Wówczas różnica w kosztach pomiędzy własnym sterownikiem wykonanym na mikrokontrolerze a gotowym komputerem może być ogromna. Dawniej zasoby pamięci i wydajności dostępne w ramach jednego układu scalonego były na tyle ograniczone, że decyzja dotycząca własnego sterownika oznaczała w praktyce pisanie oprogramowania w C lub korzystanie z ułomnych interpreterów języków wysokiego poziomu.
Obecnie wykorzystując przykładowy mikrokontroler AM3703 klasy Cortex A8 z serii Sitara produkowany przez TI, taktowany zegarem 800 MHz, można uruchomić Linuksa, Windows CE lub Androida. Układ ten kosztuje około 15 dolarów, po doliczeniu kosztu dodatkowej pamięci i innych peryferyjnych chipów koszt części sprzętowej może zawierać się poniżej 100 zł, a więc jeszcze kilkakrotnie mniej niż dla produktów konsumenckich.
Mikrokontrolery z rdzeniami ARM są coraz popularniejsze na rynku, zaczynają się pojawiać także w zastosowaniach przemysłowych i wygląda na to, że tandemowi Intela i Microsoft u rośnie powoli konkurencja.

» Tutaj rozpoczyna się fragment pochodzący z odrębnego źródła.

package quant

import (
	"math"
	"math/big"
	"math/rand/v2"
	"testing"

	"github.com/plumbref/plumb/compare"
	"github.com/plumbref/plumb/internal/expect"
	"github.com/plumbref/plumb/internal/expect/ensure"
)

func TestPackWorkedValues(t *testing.T) {
	// Hand derivation: codes −1, 7, −8, 0, 3. Two's complement nibbles
	// F, 7, 8, 0, 3; offset binary (q + 8) 7, F, 0, 8, B.
	codes := []int8{-1, 7, -8, 0, 3}
	for _, c := range []struct {
		p    Packing
		want []byte
	}{
		{Packing{LowFirst, TwosComplement}, []byte{0x7F, 0x08, 0x03}},
		{Packing{HighFirst, TwosComplement}, []byte{0xF7, 0x80, 0x30}},
		{Packing{LowFirst, OffsetBinary}, []byte{0xF7, 0x80, 0x0B}},
		{Packing{HighFirst, OffsetBinary}, []byte{0x7F, 0x08, 0xB0}},
	} {
		b, err := Pack4(codes, c.p)
		ensure.NoError(t, err)
		expect.Equal(t, c.want, b, c.p)
		back, err := Unpack4(b, len(codes), c.p)
		ensure.NoError(t, err)
		expect.Equal(t, codes, back, c.p)
	}
}

func TestPackRoundTrips(t *testing.T) {
	r := rand.New(rand.NewPCG(11, 12))
	for _, o := range NibbleOrder(0).Values() {
		for _, c := range NibbleCode(0).Values() {
			p := Packing{o, c}
			// Every byte unpacks to two codes that pack back to it.
			for v := range 256 {
				q, err := Unpack4([]byte{byte(v)}, 2, p)
				ensure.NoError(t, err)
				b, err := Pack4(q, p)
				ensure.NoError(t, err)
				expect.Equal(t, []byte{byte(v)}, b, p)
			}
			for n := range 9 {
				q := make([]int8, n)
				for i := range q {
					q[i] = int8(r.IntN(16) - 8)
				}
				b, err := Pack4(q, p)
				ensure.NoError(t, err)
				expect.Len(t, b, (n+1)/2)
				back, err := Unpack4(b, n, p)
				ensure.NoError(t, err)
				expect.Equal(t, q, back)
			}
		}
	}
	_, err := Pack4([]int8{8}, Packing{})
	expect.ErrorIs(t, err, ErrCode)
	_, err = Unpack4([]byte{1, 2}, 5, Packing{})
	expect.EqualError(t, err, "quant: invalid packed buffer: Unpack4: len(b) = 2 for n = 5 codes; want ⌈n/2⌉ bytes, 0 ≤ n ≤ MaxElements")
	_, err = Unpack4(nil, -1, Packing{})
	expect.ErrorIs(t, err, ErrPacked)
	_, err = Pack4(nil, Packing{Code: 5})
	expect.ErrorIs(t, err, ErrOption)
}

// randomCodes returns a quantised [rows, cols] tensor of random codes
// under s, with random scales of s's format.
func randomCodes(r *rand.Rand, rows, cols int, s Scheme) Tensor {
	x := randomTensor(r, rows*cols)
	q, err := Quantise(x, rows, cols, s)
	if err != nil {
		panic(err)
	}
	return q
}

func TestMatMulInt8IsTheExactIntegerProduct(t *testing.T) {
	r := rand.New(rand.NewPCG(13, 14))
	const m, k, n = 5, 33, 4
	for _, sa := range []Scheme{{}, {Granularity: PerChannel}, {Symmetry: Asymmetric, Granularity: PerChannel, Scale: ScaleBFloat16}, {Width: Int4, Range: RangeClipped, Scale: ScalePow2}} {
		for _, sb := range []Scheme{{}, {Granularity: PerChannel, Channel: ChannelCols, Scale: ScaleBinary16}, {Symmetry: Asymmetric}} {
			a, b := randomCodes(r, m, k, sa), randomCodes(r, k, n, sb)
			acc, out, err := MatMulInt8(a, b)
			ensure.NoError(t, err)
			ga, _ := newGrid("", m, k, sa)
			gb, _ := newGrid("", k, n, sb)
			for i := range m {
				for j := range n {
					ba, bb := ga.block(i, 0), gb.block(0, j)
					want := new(big.Int)
					for p := range k {
						da := big.NewInt(int64(a.Codes[i*k+p]) - int64(a.zero(ba)))
						db := big.NewInt(int64(b.Codes[p*n+j]) - int64(b.zero(bb)))
						want.Add(want, da.Mul(da, db))
					}
					expect.Equal(t, want.Int64(), int64(acc[i*n+j]))
					// The rescale: sa·sb·acc exactly, rounded once.
					e := new(big.Rat).Mul(rat(a.Scales[ba]), rat(b.Scales[bb]))
					e.Mul(e, new(big.Rat).SetInt(want))
					f, _ := e.Float64()
					expect.Equal(t, f, out[i*n+j])
				}
			}
		}
	}
}

func TestMatMulInt8Overflow(t *testing.T) {
	// Symmetric int8 full range: every term at most 128·128 = 2^14, so
	// K·2^14 ≤ 2^31 − 1 holds up to K = 131071; one operand clipped:
	// K·127·128 up to K = 132104 (2^31 − 1 = 2147483647; 2147483647/16256 =
	// 132104.06).
	for _, c := range []struct {
		k        int
		clippedB bool
		ok       bool
	}{{131071, false, true}, {131072, false, false}, {132104, true, true}, {132105, true, false}} {
		a := Tensor{Rows: 1, Cols: c.k, Codes: make([]int8, c.k), Scales: []float64{1}}
		b := Tensor{Rows: c.k, Cols: 1, Codes: make([]int8, c.k), Scales: []float64{1}}
		if c.clippedB {
			b.Scheme.Range = RangeClipped
		}
		_, _, err := MatMulInt8(a, b)
		if c.ok {
			expect.NoError(t, err, c.k)
		} else {
			expect.ErrorIs(t, err, ErrOverflow, c.k)
		}
	}
	// The bound is met: K = 131071 codes of −128 sum to 131071·2^14.
	const k = 131071
	a := Tensor{Rows: 1, Cols: k, Codes: make([]int8, k), Scales: []float64{1}}
	b := Tensor{Rows: k, Cols: 1, Codes: make([]int8, k), Scales: []float64{1}}
	for i := range a.Codes {
		a.Codes[i], b.Codes[i] = -128, -128
	}
	acc, _, err := MatMulInt8(a, b)
	ensure.NoError(t, err)
	expect.Equal(t, int32(k<<14), acc[0])

	_, _, err = MatMulInt8(Tensor{Rows: 1, Cols: 2, Codes: make([]int8, 2), Scales: []float64{1}}, Tensor{Rows: 3, Cols: 1, Codes: make([]int8, 3), Scales: []float64{1}})
	expect.EqualError(t, err, "quant: invalid size: MatMulInt8: b.Rows = 3; want a.Cols = 2")
	_, _, err = MatMulInt8(Tensor{Rows: 1, Cols: 2, Codes: make([]int8, 2), Scales: []float64{1, 1}, Scheme: Scheme{Granularity: PerChannel, Channel: ChannelCols}}, Tensor{Rows: 2, Cols: 1, Codes: make([]int8, 2), Scales: []float64{1}})
	expect.ErrorIs(t, err, ErrOption, "per-column scales of a cross the sum")
}

// nearestIn returns the value of f nearest the exact rational e, ties to
// even, found among the neighbours of a float64 approximation: the
// reference WeightOnly's single rounding is checked against.
func nearestIn(f compare.Format, e *big.Rat) float64 {
	approx, _ := e.Float64()
	v := f.Round(approx)
	if math.IsInf(v, 0) {
		return v // beyond the format: its overflow
	}
	best := v
	for _, c := range []float64{v - f.ULP(v), v + f.ULP(v), v - f.ULP(v)/2, v + f.ULP(v)/2} {
		if c = f.Round(c); math.IsInf(c, 0) {
			continue
		}
		dc := new(big.Rat).Sub(rat(c), e)
		db := new(big.Rat).Sub(rat(best), e)
		switch dc.Abs(dc).Cmp(db.Abs(db)) {
		case -1:
			best = c
		case 0:
			if f.Encode(c)&1 == 0 {
				best = c
			}
		}
	}
	return best
}

func TestWeightOnlyIsTheExactProductRoundedOnce(t *testing.T) {
	r := rand.New(rand.NewPCG(15, 16))
	const m, k, n = 3, 40, 5
	for _, s := range []Scheme{{Width: Int4, Granularity: PerGroup, Channel: ChannelCols, Group: 8}, {Symmetry: Asymmetric, Granularity: PerChannel, Channel: ChannelCols}} {
		w := randomCodes(r, k, n, s)
		wd, _ := Dequantise(w)
		x := randomTensor(r, m*k)
		x32 := make([]float32, len(x))
		for i := range x {
			x32[i] = float32(x[i])
		}
		for _, f := range []compare.Format{compare.Float64, compare.Float32, compare.Binary16, compare.BFloat16} {
			y, err := WeightOnly(x, m, w, f)
			ensure.NoError(t, err)
			y32, err := WeightOnly32(x32, m, w, f)
			ensure.NoError(t, err)
			for i := range m {
				for j := range n {
					e, e32 := new(big.Rat), new(big.Rat)
					for p := range k {
						e.Add(e, new(big.Rat).Mul(rat(x[i*k+p]), rat(wd[p*n+j])))
						e32.Add(e32, new(big.Rat).Mul(rat(float64(x32[i*k+p])), rat(wd[p*n+j])))
					}
					want := nearestIn(f, e)
					if f == compare.Float64 {
						want, _ = e.Float64()
					}
					expect.Equal(t, want, y[i*n+j], "%v", f)
					f32 := f
					if f == compare.Float64 {
						f32 = compare.Float32
					}
					expect.Equal(t, float32(nearestIn(f32, e32)), y32[i*n+j], "%v, float32 activations", f)
				}
			}
		}
	}
	w := randomCodes(r, 2, 2, Scheme{})
	y, err := WeightOnly([]float64{math.Inf(1), 1}, 1, w, compare.Float32)
	ensure.NoError(t, err)
	expect.True(t, math.IsInf(y[0], 0) || math.IsNaN(y[0]), "an infinite activation")
	_, err = WeightOnly([]float64{1}, 1, w, compare.Float32)
	expect.ErrorIs(t, err, ErrLength)
	_, err = WeightOnly([]float64{1, 1}, 1, w, 99)
	expect.ErrorIs(t, err, ErrOption)
	w.Scales[0] = -1
	_, err = WeightOnly([]float64{1, 1}, 1, w, compare.Float32)
	expect.ErrorIs(t, err, ErrScale)
}

func TestSQNR(t *testing.T) {
	// Hand derivation: Σx² = 1 + 4 + 9 + 16 = 30, Σ(x − x̂)² = 1:
	// 10·log₁₀ 30.
	got, err := SQNR([]float64{1, 2, 3, 4}, []float64{1, 2, 3, 5})
	ensure.NoError(t, err)
	expect.InDelta(t, 10*math.Log10(30), got, 1e-13)
	g32, err := SQNR32([]float32{1, 2, 3, 4}, []float32{1, 2, 3, 5})
	ensure.NoError(t, err)
	expect.Equal(t, float32(got), g32)

	// Against exact rational sums, on a quantised tensor whose noise is
	// tiny next to the signal (the difference x − x̂ is inexact in float64).
	r := rand.New(rand.NewPCG(17, 18))
	x := randomTensor(r, 256)
	q, err := Quantise(x, 16, 16, Scheme{Granularity: PerChannel})
	ensure.NoError(t, err)
	xhat, _ := Dequantise(q)
	sig, noise := new(big.Rat), new(big.Rat)
	for i := range x {
		d := new(big.Rat).Sub(rat(x[i]), rat(xhat[i]))
		sig.Add(sig, new(big.Rat).Mul(rat(x[i]), rat(x[i])))
		noise.Add(noise, d.Mul(d, d))
	}
	ratio, _ := new(big.Rat).Quo(sig, noise).Float64()
	got, err = SQNR(x, xhat)
	ensure.NoError(t, err)
	expect.InDelta(t, 10*math.Log10(ratio), got, 1e-12)
	expect.Greater(t, got, 30.0, "int8 per-row quantisation keeps more than 30 dB")

	for _, c := range []struct {
		x, xhat []float64
		want    float64
	}{
		{[]float64{1, 2}, []float64{1, 2}, math.Inf(1)},
		{[]float64{0, 0}, []float64{0, 1}, math.Inf(-1)},
		{nil, nil, math.Inf(1)},
	} {
		got, err := SQNR(c.x, c.xhat)
		ensure.NoError(t, err)
		expect.Equal(t, c.want, got)
	}
	got, err = SQNR([]float64{math.NaN()}, []float64{1})
	ensure.NoError(t, err)
	expect.True(t, math.IsNaN(got))
	_, err = SQNR([]float64{1}, nil)
	expect.ErrorIs(t, err, ErrLength)
}

func TestWeightOnlyRoundsOnceNotTwice(t *testing.T) {
	// Hand derivation: x = (1, 2^−24, 2^−60), ŵ = (1, 1, 1): the exact sum
	// 1 + 2^−24 + 2^−60 lies just above the float32 tie 1 + 2^−24, so it
	// rounds up to 1 + 2^−23; rounded first to float64 (1 + 2^−24, the tie)
	// and then to float32 it would go to the even 1. Likewise in bfloat16
	// with 2^−8.
	w := Tensor{Rows: 3, Cols: 1, Codes: []int8{1, 1, 1}, Scales: []float64{1}}
	for _, c := range []struct {
		f    compare.Format
		half float64
	}{{compare.Float32, 0x1p-24}, {compare.BFloat16, 0x1p-8}} {
		y, err := WeightOnly([]float64{1, c.half, 0x1p-60}, 1, w, c.f)
		ensure.NoError(t, err)
		expect.Equal(t, 1+2*c.half, y[0], c.f)
		y, err = WeightOnly([]float64{1, c.half, -0x1p-60}, 1, w, c.f)
		ensure.NoError(t, err)
		expect.Equal(t, 1.0, y[0], c.f)
	}
}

Szczególnie perspektywiczny wydaje się tutaj system operacyjny Android znany ze smartfonów, gdyż zapewnia obsługę interfejsu dotykowego i multimediów, a licencja jest tańsza od Windowsów.
Szybko rośnie liczba aplikacji i narzędzi do ich tworzenia dla Androida, przez co w przyszłości system ten może mieć potencjał zbliżony do tego, co obecnie jest dostępne dla platformy x86. Dowodem, że o tym systemie myśli się coraz poważniej, są pojawiające się projekty wykraczające poza obszar smartfonów, takie jak chociażby Android@ home, który ma na celu rozwój tego systemu w kierunku aplikacji automatyki budynkowej.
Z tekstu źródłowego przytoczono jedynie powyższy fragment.